By comparing the experimental results for different models in forecasting load in various day types and analyzing the effects of temperature errors on prediction accuracy of each model, a new method based on ABC-SVR and AS-SARIMA is proposed in this paper. The advantages of the proposed method are as follows:

(1)

Through using the ABC algorithm to optimize the parameters of SVR, the ABC-SVR model is constructed. It could improve the forecast accuracy of SVR by avoiding the selection of unreasonable parameters in the model.

(2)

Considering the fluctuation of the load in weekends and comparing the prediction accuracy of different models, the ABC-SVR is used to forecast the load on weekends. When an ABC-SVR model is established, the exogenous variables such as temperature and day types are selected in addition to the historical load as the input variables of the model, so the forecast accuracy of the ABC-SVR approach is satisfactory.

(3)

Considering the stability of the working days load and the influence of the exogenous variables on load, AS-SARIMA is used to forecast the load on working days. In the AS-SARIMA model, SARIMA is used to forecast original load values and ABC-SVR is used to.

(4)

Modify the results of SARIMA by forecasting the residuals.
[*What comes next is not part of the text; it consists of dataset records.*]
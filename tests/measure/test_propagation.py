"""Pauli propagation against dense state-vector algebra and stim's unitaries."""

import numpy as np
import pytest
import stim

from hamiltonians.pauli import PauliExpansion
from manybody.measure.ensembles import GlobalEnsemble, LocalEnsemble, ShallowEnsemble
from manybody.measure.paulis import pauli_codes
from manybody.measure.propagation import snapshot_values, snapshot_values_many, snapshot_values_windows
from tests.helpers import STIM_GATE, chain, dense_unitary

N = 6
STRINGS = ["XIIIII", "IYZIII", "ZIIIXI", "IXYZXI", "YYYYYY", "IIIZIZ"]


@pytest.mark.parametrize("ens", [LocalEnsemble(N), ShallowEnsemble(N, 1, chain(N)),
                                 ShallowEnsemble(N, 3, chain(N)), GlobalEnsemble(N)],
                         ids=["local", "shallow1", "shallow3", "global"])
def test_snapshot_values_match_dense(ens):
    rng = np.random.default_rng(21)
    settings = ens.draw(12, rng)
    outcomes = rng.integers(0, 2, size=(12, N), dtype=np.uint8)
    index = np.arange(12)
    weights = 2 ** np.arange(N - 1, -1, -1)
    for s in STRINGS:
        ours = snapshot_values(pauli_codes(s), ens, settings, index, outcomes)
        p = PauliExpansion.from_strings(s).to_dense()
        for k in range(12):
            u = dense_unitary(ens, settings, k)
            b = int(outcomes[k] @ weights)
            ref = (u @ p @ u.conj().T)[b, b]
            assert abs(ref.imag) < 1e-9 and np.isclose(ref.real, ours[k], atol=1e-9)


# --------------------------------------------------------- many strings at once
def grid_edges(rows, cols):
    return np.array([(r * cols + c, r * cols + c + 1) for r in range(rows) for c in range(cols - 1)]
                    + [(r * cols + c, (r + 1) * cols + c) for r in range(rows - 1) for c in range(cols)])


def random_strings(n, count, rng, max_weight=4):
    """Strings of weight 0..max_weight on random qubits (near one another half of the time)."""
    codes = np.zeros((count, n), dtype=np.uint8)
    for row in codes[1:]:
        w = rng.integers(1, max_weight + 1)
        start = rng.integers(0, n)
        spread = 4 if rng.random() < 0.5 else n
        qubits = np.unique((start + rng.integers(0, spread, size=w)) % n)
        row[qubits] = rng.integers(1, 4, size=len(qubits))
    return codes


def stim_values(codes, ens, settings, setting_index, outcomes):
    """<b|U P U^dag|b> with U P U^dag from stim's tableau of the setting's standard gates (basis rotations
    included), so that the measured Pauli is Z: value = sign (-1)^(bits on the support) if Z-type, else 0."""
    n = ens.n_qubits
    out = np.zeros((len(setting_index), len(codes)), dtype=np.int8)
    for k in np.unique(setting_index):
        circuit = stim.Circuit()
        for name, qubits in ens.gates(settings, k):
            circuit.append(STIM_GATE[name], list(qubits))
        circuit.append("I", [n - 1])  # every qubit present in the tableau
        tab = stim.Tableau.from_circuit(circuit)
        rows = np.flatnonzero(setting_index == k)
        for s, row in enumerate(codes):
            image = tab(stim.PauliString("".join("_XZY"[c] for c in row)))
            xs, zs = image.to_numpy()
            if xs.any():
                continue
            parity = outcomes[rows][:, zs].astype(np.int64).sum(axis=1) % 2
            out[rows, s] = int(image.sign.real) * (1 - 2 * parity)
    return out


@pytest.mark.parametrize("n,depth,edges", [(70, 3, "chain"), (12, 2, "grid"), (5, 0, "chain")],
                         ids=["chain70-depth3", "grid3x4-depth2", "local5"])
def test_many_strings_match_stim(n, depth, edges):
    # stim propagates each string through the setting's gates independently of our tables; 70 qubits need
    # two 64-bit words per image, the 3 x 4 grid has light cones that are not intervals of qubits.
    rng = np.random.default_rng(5)
    ens = ShallowEnsemble(n, depth, chain(n) if edges == "chain" else grid_edges(3, 4))
    settings = ens.draw(6, rng)
    index = np.repeat(np.arange(6), 3)  # three shots per setting
    outcomes = rng.integers(0, 2, size=(len(index), n), dtype=np.uint8)
    codes = random_strings(n, 40, rng)
    ours = ens.snapshot_values_many(codes, settings, index, outcomes)
    reference = stim_values(codes, ens, settings, index, outcomes)
    assert np.array_equal(ours, reference)
    gates = settings.gates if depth else None
    assert np.array_equal(snapshot_values_windows(codes, settings.basis, gates, ens.gate_qubits, index, outcomes),
                          reference)
    assert np.count_nonzero(ours) > 0


@pytest.mark.parametrize("n,depth", [(6, 1), (64, 3), (130, 2)])
@pytest.mark.parametrize("shots", [1, 3])
def test_many_strings_match_window_propagation(n, depth, shots):
    # The product-of-factors kernel against the full propagation of every string in its window
    # (the direct form; both are checked against stim above), on many more settings and strings.
    rng = np.random.default_rng(n + shots)
    ens = ShallowEnsemble(n, depth, chain(n))
    settings = ens.draw(300, rng)
    index = np.repeat(np.arange(300), shots) if shots > 1 else np.arange(300)
    outcomes = rng.integers(0, 2, size=(len(index), n), dtype=np.uint8)
    codes = random_strings(n, 200, rng)
    for gates, gate_qubits in ((settings.gates, ens.gate_qubits), (None, None)):
        ours = snapshot_values_many(codes, settings.basis, gates, gate_qubits, index, outcomes)
        direct = snapshot_values_windows(codes, settings.basis, gates, gate_qubits, index, outcomes)
        assert np.array_equal(ours, direct)
        assert 100 < np.count_nonzero(ours) < ours.size  # not all invisible, not all visible


def test_repeated_requests_give_fresh_values():
    # the one-site images are kept between calls: other settings with the same layout must not reuse them
    rng = np.random.default_rng(9)
    ens = ShallowEnsemble(8, 2, chain(8))
    codes = random_strings(8, 30, rng)
    for _ in range(3):
        settings = ens.draw(20, rng)
        outcomes = rng.integers(0, 2, size=(20, 8), dtype=np.uint8)
        ours = ens.snapshot_values_many(codes, settings, np.arange(20), outcomes)
        assert np.array_equal(ours, stim_values(codes, ens, settings, np.arange(20), outcomes))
Therefore, the prediction accuracy of the AS-SARIMA is high and little affected by NWP errors for working days load forecasting.

The simulation results based on real load data demonstrate that the proposed method has nice performance considering the NWP errors in STLF. To further improve the accuracy of STLF, more effective forecasting models and feature selection methods will be considered in future research.